“For getting us down safely—all three,” Crespin corrected her, with a significant emphasis on the last two words.

Lucilla Crespin took the gauntlet up then. “It was Dr. Traherne’s nerve that did that,” she told him, looking him full in the face. He had been watching her narrowly, hungrily too, all the time, but she had not given him a glance till now. “If he hadn’t kept his head—”

“We should have crashed. I wish to God we had. One or other of us would probably have broken his neck; and, if Providence had played up, it might have been the right one.”

His wife swung round to him at that, as they sat, “What do you mean?” she demanded.

“It might have been me,” he told her in a harsh, smoldering voice. “Then you’d have thanked God right enough!”

The woman caught the insinuation and held it squarely. But the pain and the prayer she did not hear—or, if she heard, she scorned to heed. There is no other mercilessness so hard and cold as that of one ultra type of good woman. Lucilla Crespin was of that type—now. Her days of forgiveness and bending had passed—at least for him. Ancestry had so predisposed her, and the last bad years had frozen it in. Should her boy live to sin as his father had sinned, probably the flood-gates of understanding and pity would open again, and grief and womanliness sweeten her soul again—but never again for the man beside her. Had her heart stirred to him now, far as he’d gone, she might have saved and remanned him. But her heart was dead to him, as hard and unresponsive as the flint on which they sat.

That they quarreled here—for it was quarrel bitter and violent, for all the yearning in him, for all her high-bred self-control—that they could quarrel here, after such an adventure and mishap as they had just shared, in the thick of such unfathomed peril as they were sharing, showed what the breach between them meant to them both—despair and soul-damnation to the man, love and comradeship quite dead to the woman. It was hopeless—the life-split and abyss, or else the hours they’d just come through, the peril they’d escaped, the less-known, and for that the more unnerving peril that menaced them now as they sat side by side on the stone, must have reunited and reconciled them.

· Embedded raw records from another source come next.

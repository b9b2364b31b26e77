use super::*;

#[test]
fn transforms_round_trip_and_slopes_match_differences() {
    for (t, x) in [
        (Transform::Identity, -3.5),
        (Transform::Log, 2.5e-7),
        (Transform::Logit, 0.3),
    ] {
        let z = t.forward(x);
        assert!((t.inverse(z) - x).abs() <= 1e-12 * x.abs());
        let h = 1e-6;
        let d = (t.inverse(z + h) - t.inverse(z - h)) / (2.0 * h);
        assert!((d - t.slope(z)).abs() <= 1e-6 * d.abs());
    }
    assert!(Transform::Logit.at_bound(Transform::Logit.forward(1.0)));
    assert!(!Transform::Logit.at_bound(Transform::Logit.forward(0.999)));
}

#[test]
fn t_quantiles() {
    // Student t 97.5 % points: 12.706 (1 dof), 2.228 (10 dof), 1.960 (normal limit);
    // common practice (any statistics table).
    assert!((t_quantile(0.975, 1) - 12.7062).abs() < 1e-3);
    assert!((t_quantile(0.975, 10) - 2.2281).abs() < 1e-3);
    assert!((t_quantile(0.975, 100_000) - 1.95997).abs() < 1e-3);
}

#[test]
fn a_straight_line_has_the_textbook_errors() {
    // y = a + b x with unit weights: se from the closed form of linear regression
    // (common practice): se(b)² = s² / Σ(x − x̄)², se(a)² = s² (1/n + x̄²/Σ(x − x̄)²).
    let x = [0.0, 1.0, 2.0, 3.0, 4.0, 5.0];
    let y = [1.1, 2.9, 5.2, 7.1, 8.8, 11.2];
    let m = |p: &[f64]| Some(x.iter().zip(&y).map(|(x, y)| y - (p[0] + p[1] * x)).collect());
    let s = fit(&m, &[0.0, 1.0], &[Transform::Identity; 2], &Settings::default()).unwrap();
    let n = x.len() as f64;
    let xm = x.iter().sum::<f64>() / n;
    let sxx: f64 = x.iter().map(|v| (v - xm).powi(2)).sum();
    let s2 = s.chi2 / (n - 2.0);
    assert!((s.standard_errors[1] - (s2 / sxx).sqrt()).abs() < 1e-7);
    assert!((s.standard_errors[0] - (s2 * (1.0 / n + xm * xm / sxx)).sqrt()).abs() < 1e-7);
    assert!(s.warnings(&[Transform::Identity; 2]).is_empty());
}

#[test]
fn known_sigma_leaves_the_covariance_unscaled() {
    // y = a + b x with σ = 0.2 on every point taken as known: se(b)² = σ² / Σ(x − x̄)²
    // whatever the scatter (closed form of weighted linear regression, common practice),
    // and the interval uses the normal 97.5 % point 1.95996 (any statistics table).
    let x = [0.0, 1.0, 2.0, 3.0, 4.0, 5.0];
    let y = [1.1, 2.9, 5.2, 7.1, 8.8, 11.2];
    let sigma = 0.2;
    let m = |p: &[f64]| Some(x.iter().zip(&y).map(|(x, y)| (y - (p[0] + p[1] * x)) / sigma).collect());
    let known = Settings {
        errors: ErrorScale::Unscaled,
        ..Settings::default()
    };
    let u = fit(&m, &[0.0, 1.0], &[Transform::Identity; 2], &known).unwrap();
    let s = fit(&m, &[0.0, 1.0], &[Transform::Identity; 2], &Settings::default()).unwrap();
    let n = x.len() as f64;
    let xm = x.iter().sum::<f64>() / n;
    let sxx: f64 = x.iter().map(|v| (v - xm).powi(2)).sum();
    assert_eq!(u.errors, ErrorScale::Unscaled);
    assert!(
        (u.standard_errors[1] - sigma / sxx.sqrt()).abs() < 1e-8,
        "{}",
        u.standard_errors[1]
    );
    assert!((u.quantile - 1.959964).abs() < 1e-5);
    // Scaled by the reduced χ²: the two differ by √(χ²/dof), and use Student t with 4 dof (2.776).
    assert!((s.standard_errors[1] / u.standard_errors[1] - s.reduced_chi2.sqrt()).abs() < 1e-8);
    assert!((s.quantile - 2.7764).abs() < 1e-3);
    // Untransformed: the interval is value ± q se, exactly.
    for j in 0..2 {
        let (v, q, se) = (u.values[j], u.quantile, u.standard_errors[j]);
        assert_eq!(u.intervals[j], (v - q * se, v + q * se));
    }
}

#[test]
fn a_fraction_near_one_keeps_its_interval_inside_the_range() {
    // Two readings of a quantum yield, 0.97 and 0.99 with σ = 0.02 known: the estimate is the
    // mean 0.98 with se = σ/√2 = 0.01414 (common practice), and value ± 1.96 se would reach
    // 1.0077. From the logit scale the interval stays inside (0, 1).
    let m = |p: &[f64]| Some(vec![(0.97 - p[0]) / 0.02, (0.99 - p[0]) / 0.02]);
    let known = Settings {
        errors: ErrorScale::Unscaled,
        ..Settings::default()
    };
    let s = fit(&m, &[0.5], &[Transform::Logit], &known).unwrap();
    let (v, se) = (s.values[0], s.standard_errors[0]);
    assert!((v - 0.98).abs() < 1e-9, "{v}");
    assert!((se - 0.02 / 2f64.sqrt()).abs() < 1e-6, "natural-scale se {se}");
    assert!(
        v + s.quantile * se > 1.0,
        "the natural-scale interval would leave [0, 1]"
    );
    let (lo, hi) = s.intervals[0];
    assert!(0.0 < lo && lo < v && v < hi && hi < 1.0, "[{lo}, {hi}]");
    let z = Transform::Logit.forward(v);
    let half = s.quantile * se / (v * (1.0 - v));
    let want = (Transform::Logit.inverse(z - half), Transform::Logit.inverse(z + half));
    assert!(
        (lo - want.0).abs() < 1e-9 && (hi - want.1).abs() < 1e-9,
        "[{lo}, {hi}] vs {want:?}"
    );
    // A positive value from the log scale: the interval is v·exp(∓q se/v), never below 0.
    let m = |p: &[f64]| Some(vec![(0.05 - p[0]) / 0.04, (0.01 - p[0]) / 0.04]);
    let s = fit(&m, &[0.1], &[Transform::Log], &known).unwrap();
    let (v, se) = (s.values[0], s.standard_errors[0]);
    assert!(v - s.quantile * se < 0.0, "the natural-scale interval would go below 0");
    let (lo, hi) = s.intervals[0];
    assert!(
        (lo - v * (-s.quantile * se / v).exp()).abs() < 1e-12 && lo > 0.0,
        "{lo}"
    );
    assert!((hi - v * (s.quantile * se / v).exp()).abs() < 1e-12, "{hi}");
}

#[test]
fn a_fraction_the_data_push_past_its_range_ends_on_the_edge() {
    // Readings 1.3 and 1.4 (σ = 0.02) of a quantity kept in [0, 1], and 2.0 and 2.2 (σ = 0.1)
    // of an unbounded one: the first ends on its edge, 1 (in floating point exactly, so
    // dx/dz of the logistic rounds to 0 there), the second at the mean 2.1 with se
    // 0.1/√2 (common practice). The fit must end (on the main branch of December 2026 the
    // covariance held 0/0 and the SVD never returned), with no error claimed for the first.
    let (tx, rx) = std::sync::mpsc::channel();
    std::thread::spawn(move || {
        let m = |p: &[f64]| {
            Some(vec![
                (1.3 - p[0]) / 0.02,
                (1.4 - p[0]) / 0.02,
                (2.0 - p[1]) / 0.1,
                (2.2 - p[1]) / 0.1,
            ])
        };
        let known = Settings {
            errors: ErrorScale::Unscaled,
            ..Settings::default()
        };
        let t = [Transform::Logit, Transform::Identity];
        let _ = tx.send((fit(&m, &[0.5, 0.0], &t, &known), t));
    });
    let (s, t) = rx
        .recv_timeout(std::time::Duration::from_secs(60))
        .expect("the fit must end");
    let s = s.unwrap();
    assert!(s.converged, "{}", s.termination);
    assert!(s.values[0] > 1.0 - 1e-6, "{}", s.values[0]);
    assert!(s.standard_errors[0].is_nan() && s.intervals[0].0.is_nan());
    assert!((s.values[1] - 2.1).abs() < 1e-9);
    assert!(
        (s.standard_errors[1] - 0.1 / 2f64.sqrt()).abs() < 1e-6,
        "{}",
        s.standard_errors[1]
    );
    assert!(s.warnings(&t).contains(&Identifiability::AtBound(0)));
    // The logistic slope stays positive far out, where x(1 − x) rounds to 0.
    assert!(Transform::Logit.slope(40.0) > 0.0 && Transform::Logit.slope(-40.0) > 0.0);
    assert!((Transform::Logit.slope(40.0) / (-40f64).exp() - 1.0).abs() < 1e-12);
}

#[test]
fn a_parameter_the_data_cannot_see_is_flagged() {
    // y depends on a + b only: a and b are not separately identifiable.
    let x = [0.0, 1.0, 2.0, 3.0];
    let m = |p: &[f64]| Some(x.iter().map(|x| 2.0 * x + 1.0 - (p[0] + p[1]) * x - 1.0).collect());
    let s = fit(&m, &[0.5, 0.5], &[Transform::Identity; 2], &Settings::default()).unwrap();
    let w = s.warnings(&[Transform::Identity; 2]);
    assert!(w.iter().any(|w| matches!(w, Identifiability::NearSingular(_))), "{w:?}");
}

#[test]
fn a_trial_step_the_model_cannot_evaluate_is_shortened_not_fatal() {
    // r(x) = eˣ − e from x = −3: the Gauss–Newton step lands near x = 50, where this model
    // (like a barrier so low that its rate constant overflows) cannot be evaluated. The
    // search must reject that step, shorten it and reach x = 1.
    let m = |p: &[f64]| (p[0] < 5.0).then(|| vec![p[0].exp() - 1f64.exp()]);
    let s = fit(&m, &[-3.0], &[Transform::Identity], &Settings::default()).unwrap();
    assert!(s.converged && (s.values[0] - 1.0).abs() < 1e-6, "{:?}", s.values);
}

Lucilla Crespin faced her husband squarely, more in unveiled contempt than in courage or in injured pride. “Why,” she complained impatiently, “will you talk like this, Antony? If I hadn’t sent Dr. Traherne away just now, you’d have been saying these things in his hearing.”

“Well, why not?” Crespin retorted hotly. “Don’t tell me he doesn’t know all about the ‘state of our relations,’ as they say in the divorce court.”

“If he does, it’s not from me,” the wife said coldly, then added sourly: “No doubt he knows what the whole station knows.”